Though probability measure meets the above three axioms, it is not a special case of uncertainty theory because the product probability does not satisfy the fourth axiom of the uncertainty theory given below.

(iv) (Product Axiom) (Liu [31]) Let (Γ_k, ℒ_k, ℳ_k) be uncertainty spaces for k = 1, 2, ⋯ The product uncertain measure ℳ is an uncertain measure satisfying $ℳ {\prod_{k = 1}^{\infty} Λ_{k}} = ⋀_{k = 1}^{\infty} ℳ_{k} {Λ_{k}}$ where Λ_k are arbitrarily chosen events from ℒ_k for k = 1, 2, ⋯, respectively.

Definition 2. (Liu [30]) An uncertain variable is a measurable function ξ from an uncertainty space (Γ, ℒ, ℳ) to the set of real numbers, i.e., for any Borel set of B of real numbers, the set ${ξ \in B} = {γ \in Γ | ξ (γ) \in B}$ is an event.

An uncertainty distribution function is used to characterize an uncertain variable and is defined as follows.

Definition 3. (Liu [30]) The uncertainty distribution $Φ : R \to [0, 1]$ of an uncertain variable ξ is defined by $Φ (t) = ℳ {ξ \leq t} .$

For example, if an uncertain variable has the following linear uncertainty distribution, we call it the linear uncertain variable. $Φ (t) = {\begin{matrix} 0, if t < a \\ (t - a) / (b - a), if a \leq t \leq b \\ 1, if t > b . \end{matrix}$ For convenience, it is denoted in the paper by $ξ \sim L (a, b)$ where a < b.

An uncertain variable is called normal if it has the following normal uncertainty distribution $Φ (t) = {(1 + exp (\frac{π (e - t)}{\sqrt{3} σ}))}^{- 1}, t \in R,$ where e and σ are real numbers and σ > 0 . For convenience, it is denoted in the paper by $ξ \sim N (e, σ)$ .

Theorem 1. (Peng and Iwamura [39]) A function $Φ (t) : R \to [0, 1]$ is an uncertainty distribution if and only if it is a monotone increasing function except Φ (t) ≡0 and Φ (t) ≡1.

Definition 4. [31] The uncertain variables ξ₁, ξ₂, ⋯ , ξ_n are independent if $ℳ {⋂_{i = 1}^{n} (ξ_{i} \in B_{i})} = ⋀_{i = 1}^{n} ℳ {ξ_{i} \in B_{i}}$ for any Borel sets B₁, B₂, ⋯ , B_n .

The uncertain variables are always independent if they are defined on different uncertainty spaces.
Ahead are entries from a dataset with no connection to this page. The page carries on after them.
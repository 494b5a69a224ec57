"""``compensator board-code``: the board's side of the link (and its interlocks) as C99 source."""

from __future__ import annotations

import sys

from compensator.cli.board import CAUTION
from compensator.cli._common import EXIT_OK, add_json_flag, caution, non_negative_float, positive_float, print_json

__all__ = ["register", "run"]

ORDER = 74



def register(subparsers) -> None:
    parser = subparsers.add_parser(
        "board-code", help="the board's side of the link protocol (and, with profiles, its interlocks) as C99",
        description="Write the C99 code a controller board needs to speak the link protocol: COBS framing, "
                    "CRC-16/IBM-3740, message packing and a dispatcher that calls handlers you implement "
                    "(integer-only, no dynamic memory). With --sipm and --board it also writes the safety "
                    "interlocks for that sensor on that board (bit-exact with the Python reference). " + CAUTION)
    parser.add_argument("--out", required=True, metavar="DIR", help="output directory (created if missing)")
    parser.add_argument("--name", default="board_link", metavar="NAME", help="C prefix and file stem of the link code")
    parser.add_argument("--sipm", metavar="FILE", help="sipm profile (for the interlocks)")
    parser.add_argument("--board", metavar="FILE", help="board profile (for the interlocks)")
    parser.add_argument("--thermal", metavar="FILE", help="thermal profile: cooler hot-side and dew-point limits")
    parser.add_argument("--slew-v-per-s", type=positive_float, default=2.0, metavar="V",
                        help="bias slew limit, volt per second (default 2)")
    parser.add_argument("--heartbeat-timeout-s", type=non_negative_float, default=10.0, metavar="S",
                        help="host silence that trips the safe state, second (0: no watchdog; default 10)")
    parser.add_argument("--force", action="store_true", help="replace existing output files")
    add_json_flag(parser)
    parser.set_defaults(handler=run)


def run(args) -> int:
    from compensator.cli._common import usage_error
    from compensator.errors import ModelError
    from compensator.fileio import write_files_atomic
    from compensator.firmware.interlock_limits import build_interlock_limits
    from compensator.firmware.interlocks_c import render_interlocks_c
    from compensator.firmware.link_c import render_link_c
    from compensator.link import protocol
    from compensator.profiles import load_board, load_sipm, load_thermal

    caution(CAUTION)
    if bool(args.sipm) != bool(args.board):
        raise usage_error("--sipm" if args.board else "--board", "the interlocks need both --sipm and --board")
    if args.thermal and not args.sipm:
        raise usage_error("--thermal", "needs --sipm and --board")
    try:
        profiles, limits = [], None
        if args.sipm:
            sipm, board = load_sipm(args.sipm), load_board(args.board)
            thermal = load_thermal(args.thermal) if args.thermal else None
            profiles = [x for x in (sipm, board, thermal) if x is not None]
            limits = build_interlock_limits(sipm, board, thermal, slew_v_per_s=args.slew_v_per_s,
                                            heartbeat_timeout_s=args.heartbeat_timeout_s)
        files = render_link_c(name=args.name, profiles=profiles)
        if limits is not None:
            files.update(render_interlocks_c(limits, name="interlocks", profiles=profiles,
                                             settings={"slew_v_per_s": f"{args.slew_v_per_s:g}",
                                                       "heartbeat_timeout_s": f"{args.heartbeat_timeout_s:g}"}))
    except ModelError as exc:
        raise exc.at("<command line>", key=f"--{exc.key.replace('_', '-')}" if exc.key else None) from None
    paths = write_files_atomic(args.out, files, overwrite=args.force, what="C output")
    result = {"protocol_version": protocol.PROTOCOL_VERSION, "max_frame_bytes": protocol.MAX_ENCODED_BYTES,
              "files": [str(p) for p in paths], "interlocks": None}
    if limits is not None:
        result["interlocks"] = {
            "safe_dac_code": limits.safe_dac_code, "safe_margin_v": limits.safe_margin_v,
            "slew_levels_per_tick": limits.slew_levels_per_tick, "adc_fault_band": [limits.adc_fault_lo,
                                                                                   limits.adc_fault_hi],
            "heartbeat_timeout_ms": limits.heartbeat_timeout_ms,
            "warnings": [f.message for f in limits.safe_findings]}
        for finding in limits.safe_findings:
            print(f"{finding.severity.value}: {finding.message}", file=sys.stderr)
    if args.json:
        print_json(result)
        return EXIT_OK
    print(f"link protocol version {protocol.PROTOCOL_VERSION}: frames of at most {protocol.MAX_ENCODED_BYTES} bytes "
          f"on the wire")
    if limits is not None:
        print(f"interlocks: safe DAC code {limits.safe_dac_code} ({limits.safe_margin_v:+.3f} V below breakdown at "
              f"the coldest plausible temperature), slew {limits.slew_levels_per_tick} codes per tick, "
              f"sensor band {limits.adc_fault_lo}..{limits.adc_fault_hi}")
        if limits.supply_fault_ticks:
            print(f"supply check: bias read-back within {limits.supply_fault_codes} codes of the set value, else "
                  f"supply_fault after {limits.supply_fault_ticks} ticks")
        else:
            print("supply check: none (the board has no bias read-back channel: a supply fault cannot be detected)")
    for p in paths:
        print(f"wrote {p}")
    return EXIT_OK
For example, if ξ₁ (γ₁) and ξ₂ (γ₂) are uncertain variables on the uncertainty spaces (Γ₁, ℒ₁, ℳ₁) and (Γ₂, ℒ₂, ℳ₂), respectively, then ξ₁ and ξ₂ are independent.

The operational law is given by Liu [32] as follows:

Theorem 2. (Liu [32]) Let ξ₁, ξ₂, ⋯ , ξ_n be independent uncertain variables with continuous and strictly increasing uncertainty distributions Φ₁, Φ₂, ⋯ , Φ_n, respectively. Let f (t₁, t₂, ⋯ , t_n) be strictly increasing with respect to t₁, t₂, ⋯ , t_n . Then $ξ = f (ξ_{1}, ξ_{2}, \dots, ξ_{n})$ is an uncertain variable with uncertainty distribution $Ψ (t) = sup_{f (t_{1}, t_{2}, \dots, t_{n}) = t} (min_{1 \leq i \leq n} Φ_{i} (t_{i})), t \in R$ (1) whose inverse function is

$\begin{matrix} Ψ^{- 1} (α) = f (Φ_{1}^{- 1} (α), Φ_{2}^{- 1} (α), \dots, Φ_{n}^{- 1} (α)), \\ 0 < α < 1 . \end{matrix}$ (2)
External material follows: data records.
"""``compensator log``: stream the board's telemetry into a crash-safe logbook."""

from __future__ import annotations

import math
import sys
import time

from compensator.cli._common import (
    EXIT_INTERRUPTED,
    EXIT_OK,
    add_json_flag,
    bounded_float,
    caution,
    non_negative_float,
    positive_float,
    print_json,
    usage_error,
)

from compensator.link.protocol import MAX_TELEMETRY_PERIOD_S, MIN_TELEMETRY_PERIOD_S

__all__ = ["register", "run"]

ORDER = 80
#: How long the logger keeps trying to open the port at the start (a board still booting or re-enumerating).
CONNECT_WINDOW_S = 5.0
COMMAND = "log"
HELP = "log the board's telemetry into a crash-safe SQLite logbook"


def register(subparsers) -> None:
    parser = subparsers.add_parser(COMMAND, help=HELP, description=(
        "Stream telemetry from the controller board into a SQLite logbook (write-ahead log, commits at least "
        "every second: a crash or power cut loses at most the last second). A restarted logger appends a new "
        "session to the same file; link outages, missed samples and fault changes are recorded as events. "
        "The logger only listens: it never changes the board's bias or outputs. Caution: the board drives "
        "a SiPM bias of tens of volts; follow local codes and licensed practice when working on it."))
    parser.add_argument("--port", required=True, metavar="URL",
                        help="serial device, pseudo-terminal path or pyserial URL of the board")
    parser.add_argument("--db", required=True, metavar="RUN.sqlite", help="logbook file (created or appended to)")
    parser.add_argument("--duration-s", type=positive_float, metavar="S", help="stop after S seconds "
                        "(default: run until Ctrl-C or SIGTERM)")
    parser.add_argument("--rate-hz", type=bounded_float(1.0 / MAX_TELEMETRY_PERIOD_S, 1.0 / MIN_TELEMETRY_PERIOD_S,
                                                         unit="Hz"), metavar="R",
                        help="telemetry rate to ask the board for, 1/3600 to 1000 Hz")
    parser.add_argument("--unit", default="", metavar="NAME", help="instrument name for fleet views "
                        "(default: the board's serial number)")
    parser.add_argument("--connect-window-s", type=non_negative_float, default=CONNECT_WINDOW_S, metavar="S",
                        help="keep trying to open the port for this long at the start (default 5 s)")
    add_json_flag(parser)
    parser.set_defaults(handler=run)


class _StatusLine:
    """The live status line on stderr: rewritten in place on a terminal, one line every 10 s otherwise."""

    def __init__(self, stream=None):
        self.stream = stream or sys.stderr
        self.tty = self.stream.isatty()
        self.last = -math.inf

    def __call__(self, s) -> None:
        if not self.tty and s.elapsed_s - self.last < 10.0:
            return
        self.last = s.elapsed_s
        faults = ",".join(s.faults) or "none"
        link = "" if s.link_up else "  LINK DOWN"
        text = (f"{s.elapsed_s:8.0f} s  {s.rows} rows ({s.rows_committed} committed)  {s.rate_hz:.2f} rows/s  "
                f"T {s.temp_c:.2f} C  bias {s.bias_v:.3f} V  faults {faults}{link}")
        self.stream.write(("\r" + text + "\x1b[K") if self.tty else text + "\n")
        self.stream.flush()

    def end(self) -> None:
        if self.tty and self.last > -math.inf:
            self.stream.write("\n")


def _connect(client_type, port: str, window_s: float):
    """An opened client; retries for ``window_s``, then the link's one-line error."""
    from compensator.errors import LinkError

    deadline = time.monotonic() + window_s
    delay = 0.1
    while True:
        client = client_type.open(port, ramp_down_on_exit=False)
        try:
            client.transport.open()
            return client
        except LinkError:
            if time.monotonic() + delay > deadline:
                raise
        time.sleep(delay)
        delay = min(2 * delay, 1.0)


def run(args) -> int:
    from compensator.logbook.logger import run_logger

    try:
        from compensator.link.client import BoardClient
    except ImportError:
        raise usage_error("--port", "this build has no link client to reach a board") from None
    from pathlib import Path

    from compensator.logbook.store import open_for_reading

    if Path(args.db).exists():
        open_for_reading(args.db).close()   # not a logbook, newer schema, locked: say so before touching the board
    line = _StatusLine()
    try:
        client = _connect(BoardClient, args.port, args.connect_window_s)
        with client:   # SIGTERM arrives as KeyboardInterrupt (compensator.cli.main): the session ends cleanly
            result = run_logger(client, args.db, port=args.port, duration_s=args.duration_s, rate_hz=args.rate_hz,
                                unit_id=args.unit, status=line)
    finally:
        line.end()
    caution("caution: the logged board drives a SiPM bias of tens of volts (above 60 V dc is hazardous live, "
            "IEC 61010-1); the logger only listens, and work on the board follows local codes and licensed "
            "practice")
    if args.json:
        print_json(result)
    else:
        print(f"{result.logbook}: {result.rows} rows in {result.duration_s:.1f} s (sessions "
              f"{', '.join(map(str, result.session_ids))}; {result.rows_total} rows in the file), "
              f"{result.disconnects} disconnects, {result.missed_gaps} gaps, {result.fault_changes} fault changes"
              + ("; stopped by the user" if result.interrupted else ""))
    return EXIT_INTERRUPTED if result.interrupted else EXIT_OK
According to Equation (2) we can easily get that if $ξ_{i} \sim N (e_{i}, σ_{i}), i = 1, 2, \dots, n,$ are normal uncertain variables, then for λ_i > 0, i = 1, 2, ⋯ , n, $η = \sum_{i = 1}^{n} λ_{i} ξ_{i}$ is also a normal uncertain variable $η \sim N (\sum_{i = 1}^{n} λ_{i} e_{i}, \sum_{i = 1}^{n} λ_{i} σ_{i}) .$ And if $ξ_{i} \sim L (a_{i}, b_{i}), i = 1, 2, \dots, n,$ are linear uncertain variables, then for λ_i > 0, i = 1, 2, ⋯ , n, $η = \sum_{i = 1}^{n} λ_{i} ξ_{i}$ is also a linear uncertain variable $η \sim L (\sum_{i = 1}^{n} λ_{i} a_{i}, \sum_{i = 1}^{n} λ_{i} b_{i}) .$

To tell the size of an uncertain variable, Liu defined the expected value of uncertain variables.
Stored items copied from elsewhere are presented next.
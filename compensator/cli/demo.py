"""``compensator demo``: the main job, end to end, on the bundled demo profiles.

The scenario: outdoor radiation monitors in mountain huts, enclosure
temperature -25 to +45 C; three invented SiPM types on two invented boards and
an invented cooler. The demo

1. characterises a sensor from seeded synthetic bench I-V curves (breakdown
   per curve, then the temperature coefficient) and compares with the profile;
2. for each instrument, shows the gain drift at fixed bias and what a
   compensation law leaves, with its gain-error budget;
3. sizes the microcontroller lookup table for a gain-error bound (and writes
   the C code with ``--out DIR``);
4. tunes (robust PI) and verifies the cooler loop and the bias-supply loop;
5. simulates a week of the hut's weather with the firmware in the loop
   (``compensator simulate`` on the bundled scenario).
"""

from __future__ import annotations

import sys
from pathlib import Path

import numpy as np

from compensator.cli._common import (
    EXIT_FAILURE,
    EXIT_OK,
    add_json_flag,
    bounded_float,
    caution,
    format_number,
    format_table,
    print_json,
)
from compensator.errors import InputError, Problem
from compensator.profiles import load_board, load_sipm, load_thermal

__all__ = ["register", "run", "characterisation_line", "DEMO_INSTRUMENTS", "DEMO_COOLER", "DEMO_SEED", "SAFETY"]

ORDER = 1

#: (sipm profile, board profile, nominal overvoltage in volt) of each demo instrument.
DEMO_INSTRUMENTS = (
    ("hut-sipm-a.yaml", "hut-board-ntc.yaml", 3.0),
    ("hut-sipm-b.yaml", "hut-board-pt1000.yaml", 4.0),
    ("hut-sipm-c.yaml", "hut-board-pt1000.yaml", 5.0),
)
DEMO_COOLER = "hut-cooler.yaml"
DEMO_SEED = 2026
#: The enclosure's range in the scenario, degree Celsius (the rows printed span it).
DEMO_RANGE_C = (-25.0, 45.0)
#: Smallest print step, kelvin: at most 701 rows per table over the 70 K range.
MIN_STEP_K = 0.1

SAFETY = (
    "caution: SiPM bias supplies deliver tens of volts (above 60 V dc is hazardous live under IEC 61010-1 in dry "
    "conditions); coolers can overheat an unsinked hot side or drive a cold plate below the dew point. These are "
    "models for planning; wiring, enclosures and field installation follow local codes and licensed practice."
)


def register(subparsers) -> None:
    from compensator.cli.simulate import simulated_days

    parser = subparsers.add_parser("demo", help="run the main job end to end on the bundled demo profiles")
    parser.add_argument("--profiles", default=None, metavar="DIR",
                        help="directory holding the demo profiles and scenario (default: the bundled ones)")
    parser.add_argument("--step-c", type=bounded_float(MIN_STEP_K, 100.0, unit="K"), default=10.0, metavar="K",
                        help=f"temperature step of the printed rows, kelvin ({MIN_STEP_K:g} to 100, default 10); "
                             "the headline figures cover every ADC code of the range whatever the step")
    parser.add_argument("--out", metavar="DIR",
                        help="also write each instrument's lookup table as C99 and its sweep (DIR/<sipm>/) and the "
                             "simulated week's figures and report (DIR/simulation/); every target is checked before "
                             "anything is written")
    parser.add_argument("--force", action="store_true", help="replace existing files under --out")
    parser.add_argument("--days", type=simulated_days(), default=None, metavar="D",
                        help="length of the simulated stretch of weather, days (default: the scenario's "
                             "run.duration_days, a week)")
    add_json_flag(parser)
    parser.set_defaults(handler=run)


def _require(root: Path, name: str) -> Path:
    path = root / name
    if not path.is_file():
        raise InputError(Problem(str(path), 0, "", "demo profile not found (run from the project's top folder "
                                                  "or pass --profiles DIR)"))
    return path


def _refuse_existing(out: Path, root: Path, sipm_names, *, overwrite: bool) -> None:
    """Refuse the run before its long work when a file it will write is in the way (checked again at writing)."""
    from compensator.fileio import check_targets
    from compensator.firmware.table_c import DEFAULT_FUNCTION_NAME
    from compensator.profiles import load_scenario
    from compensator.profiles.bundled import DEMO_SCENARIO
    from compensator.sim.report import FIGURES

    scenario = load_scenario(_require(root, DEMO_SCENARIO))
    figures = FIGURES if scenario.section("monte_carlo")["units"] else FIGURES[:3]
    targets = [out / name / f for name in sipm_names
               for f in (f"{DEFAULT_FUNCTION_NAME}.h", f"{DEFAULT_FUNCTION_NAME}.c", "sweep.csv")]
    targets += [out / "simulation" / f for f in (*figures, "report.html")]
    problems = check_targets(targets, overwrite=overwrite)
    if problems:
        raise InputError(problems)


def _pct(value: float, spec: str = ".3f") -> str:
    return f"{format_number(value, spec)} %"


def run(args) -> int:
    from compensator.fileio import write_file_set
    from compensator.instrument import characterise_breakdown, evaluate_instrument, render_table_files, tune_loops

    from compensator.profiles.bundled import bundled_profiles_dir

    root = Path(args.profiles) if args.profiles else bundled_profiles_dir()
    say = (lambda *a: None) if args.json else print
    lo_c, hi_c = DEMO_RANGE_C
    temps_c = np.arange(lo_c, hi_c + 1e-9, args.step_c)
    loaded = [(load_sipm(_require(root, s)), load_board(_require(root, b)), ov) for s, b, ov in DEMO_INSTRUMENTS]
    cooler = load_thermal(_require(root, DEMO_COOLER))
    if args.out:
        _refuse_existing(Path(args.out), root, [sipm.name for sipm, _, _ in loaded], overwrite=args.force)
    caution(SAFETY)

    # 1. Characterise
    char = characterise_breakdown(loaded[0][0], seed=DEMO_SEED)
    say(f"== 1. characterise {char.sipm} from {char.curve_count} synthetic bench I-V curves (-20..40 C, seed "
        f"{char.seed})")
    say(characterisation_line(char))

    # 2. and 3. Each instrument: drift, law, firmware path, budget, table, light
    instruments, files = [], {}
    for sipm_profile, board_profile, ov in loaded:
        inst = evaluate_instrument(sipm_profile, board_profile, overvoltage_v=ov, temps_c=temps_c)
        instruments.append(inst)
        if args.out:
            for name, text in render_table_files(inst, sipm_profile, board_profile).items():
                files[Path(args.out) / sipm_profile.name / name] = text
        _print_instrument(say, inst, sipm_profile, (lo_c, hi_c))

    # 4. Loops
    loops = tune_loops(cooler, loaded[0][1])
    say("\n== 4. loops tuned for Ms <= 1.4 (robust PI; the cooler at every ambient of -25..45 C) and verified with "
        "python-control at the firmware rate, zero-order hold and one sample of computation delay")
    closed = [lp for lp in loops if not lp.open_loop]
    say(format_table(
        [(lp.loop, lp.profile, lp.rate_hz, f"{lp.kp:.4g} {lp.kp_unit}", f"{lp.ki_per_s:.4g} {lp.ki_unit}",
          lp.gain_margin, lp.phase_margin_deg, lp.ms, lp.settling_time_s, lp.overshoot_pct,
          "yes" if lp.stable else "NO") for lp in closed],
        ["loop", "profile", "rate_hz", "kp", "ki", "gain_margin", "phase_margin_deg", "ms", "settling_s",
         "overshoot_%", "stable"],
        ["", "", "g", "", "", ".2f", ".1f", ".3f", ".3g", ".1f", ""]))
    for lp in loops:
        if lp.ambient_check:
            say(f"{lp.loop} over the ambient range (Ms above is the largest over it):")
            say(format_table([(c.ambient_temp_c, c.ms, c.hot_temp_c, c.dew_point_c, "YES" if c.condensation else "no")
                              for c in lp.ambient_check],
                             ["ambient_c", "ms", "hot_side_c", "dew_point_c", "condensation"],
                             ["g", ".3f", ".1f", ".1f", ""]))
        if lp.open_loop:
            say(f"{lp.loop} ({lp.profile}): set open-loop, no read-back channel")

    # 5. The simulated week: the bundled scenario through `compensator simulate` (figures and report with --out).
    from compensator.cli.simulate import simulated_week

    say("\n== 5. a simulated week in the hut's weather, firmware in the loop, strategies side by side")
    week, week_files = simulated_week(root, Path(args.out) / "simulation" if args.out else None, say, days=args.days)
    files.update(week_files)

    if files:
        written = write_file_set(files, overwrite=args.force)
        by_sipm = {}
        for path in written:
            by_sipm.setdefault(path.parent.name, []).append(str(path))
        instruments = [_with_files(inst, tuple(by_sipm.get(inst.sipm, ()))) for inst in instruments]
        for path in written:
            say(f"wrote {path}")
    for inst in instruments:
        for finding in inst.findings:
            print(f"compensator: warning: {inst.sipm} on {inst.board}: {finding.message}", file=sys.stderr)
    for lp in loops:
        for finding in lp.findings:
            if finding.severity.value != "info":
                print(f"compensator: {finding.severity.value}: {lp.loop}: {finding.message}", file=sys.stderr)
    if args.json:
        print_json({"scenario": "mountain-hut radiation monitors, enclosure -25 to +45 C", "characterisation": char,
                    "instruments": instruments, "loops": loops, "simulation": week})
    return EXIT_OK if all(lp.stable for lp in loops) else EXIT_FAILURE


def characterisation_line(char) -> str:
    """The characterisation's figures with their one-sigma errors, the breakdown's in its two parts.

    Parameters
    ----------
    char : Characterisation
        From :func:`compensator.instrument.characterise_breakdown`.
    """
    return (f"breakdown at {char.ref_temp_c:g} C: {char.breakdown_v_at_ref:.4f} +- {char.breakdown_err_v_at_ref:.4f} V "
            f"(truth {char.true_breakdown_v_at_ref:g}; {char.breakdown_stat_err_v_at_ref:.4f} V statistical and "
            f"{char.breakdown_sys_err_v_at_ref:.4f} V the method's systematic part, common to all curves, in "
            f"quadrature); tempco {char.tempco_mv_per_k:.2f} +- {char.tempco_err_mv_per_k:.2f} mV/K (truth "
            f"{char.true_tempco_mv_per_k:g}; statistical: the common part does not move the slope); one sigma")


def _with_files(inst, paths):
    from dataclasses import replace

    return replace(inst, table=replace(inst.table, files=paths))


def _print_instrument(say, inst, sipm_profile, range_c) -> None:
    bd = sipm_profile.device.breakdown
    d, b, t = inst.drift, inst.budget, inst.table
    lo_c, hi_c = range_c
    say(f"\n== 2. {inst.sipm} on {inst.board}: Vbd {bd.breakdown_v_at_ref:g} V at {bd.ref_temp_c:g} C, "
        f"{bd.tempco_mv_per_k:g} mV/K, overvoltage {inst.overvoltage_v:g} V, constant-gain law")
    say(format_table(
        list(zip(d.temp_c, d.breakdown_v, d.fixed_gain_error_pct, d.law_supply_v, d.series_drop_mv,
                 d.law_gain_error_pct, d.adc_code.tolist(), d.firmware_dac_code.tolist(), d.firmware_gain_error_pct,
                 d.dark_rate_hz / 1e3)),
        ["temp_c", "breakdown_v", "fixed_bias_gain_%", "law_supply_v", "series_drop_mv", "law_gain_%",
         "adc_code", "table_dac_code", "firmware_gain_%", "dark_khz"],
        [".1f", ".3f", "+.2f", ".4f", ".2f", "+.3f", "d", "d", "+.3f", ".1f"]))
    say(f"gain error against 25 C over every one of the {d.codes_evaluated} ADC codes of {lo_c:g}..{hi_c:g} C, "
        f"at both edges of each code (whatever the rows printed): at fixed bias {d.fixed_bias_v:.3f} V "
        f"{_pct(d.fixed_gain_error_ptp_pct, '.1f')} "
        f"peak-to-peak; with the law {_pct(d.law_gain_error_ptp_pct)} peak-to-peak (largest absolute "
        f"{_pct(d.law_gain_error_max_abs_pct)}); through the firmware's integer path "
        f"{_pct(d.firmware_gain_error_ptp_pct)} peak-to-peak (largest absolute "
        f"{_pct(d.firmware_gain_error_max_abs_pct)})")
    say(f"budget of what the hardware adds: {_pct(b.rss_pct, '.2f')} (1 sigma, root-sum-square) as built, dominated "
        f"by {b.dominant}; {_pct(b.calibrated_rss_pct, '.2f')} after a one-point calibration, dominated by "
        f"{b.calibrated_dominant}")
    if b.electronics_terms:
        say("electronics drift and lag after calibration (limit, largest over the range): " + "; ".join(
            f"{t.name} {_pct(t.calibrated_limit_pct)}" for t in b.electronics_terms[:4]))
    say(f"== 3. lookup table at {t.bound_pct:g} %: the smallest layout that meets it is {t.layout}, {t.entries} entries "
        f"({t.table_bytes} B), "
        + (f"against {t.uniform_table_bytes} B for the smallest uniform table ({t.uniform_entries} entries); "
           if t.uniform_table_bytes else "no uniform table meets the bound; ")
        + f"{t.codes_verified} ADC codes verified, largest absolute gain error {_pct(t.max_gain_error_pct, '.4f')}")
    if inst.light:
        say("under light, largest absolute gain error over the range through the integer path, drop corrected from "
            "the modelled dark current vs from the measured current:")
        say(format_table([(r.photon_rate_hz, r.modelled_max_gain_error_pct, r.measured_max_gain_error_pct)
                          for r in inst.light], ["photon_rate_hz", "modelled_%", "measured_%"], [".0e", ".3f", ".3f"]))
Definition 5. (Liu [30]) Let ξ be an uncertain variable. Then the expected value of ξ is defined by $E [ξ] = \int_{0}^{\infty} ℳ {ξ \geq r} d r - \int_{- \infty}^{0} ℳ {ξ \leq r} d r$ (3) provided that at least one of the two integrals is finite.

It can be calculated that the expected value of the normal uncertain variable $ξ \sim N (e, σ)$ is E [ξ] = e, and the expected value of the linear uncertain variable $ξ \sim L (a, b)$ is E [ξ] = (a + b)/2 .

Theorem 3. (Liu [32]) Let ξ₁ and ξ₂ be independent uncertain variables with finite expected values. Then for any real numbers a₁ and a₂, we have $E [a_{1} ξ_{1} + a_{2} ξ_{2}] = a_{1} E [ξ_{1}] + a_{2} E [ξ_{2}] .$ (4)

Theorem 4. (Liu [32]) Let ξ be an uncertain variable with continuous and strictly increasing uncertainty distribution Φ . If its expected value exists, then $E [ξ] = \int_{0}^{1} Φ^{- 1} (α) d α .$ (5)

Definition 6. (Liu [30]) Let ξ be an uncertain variable with finite expected value e . Then the variance of ξ is defined by $V [ξ] = E [(ξ - e)^{2}] .$ (6)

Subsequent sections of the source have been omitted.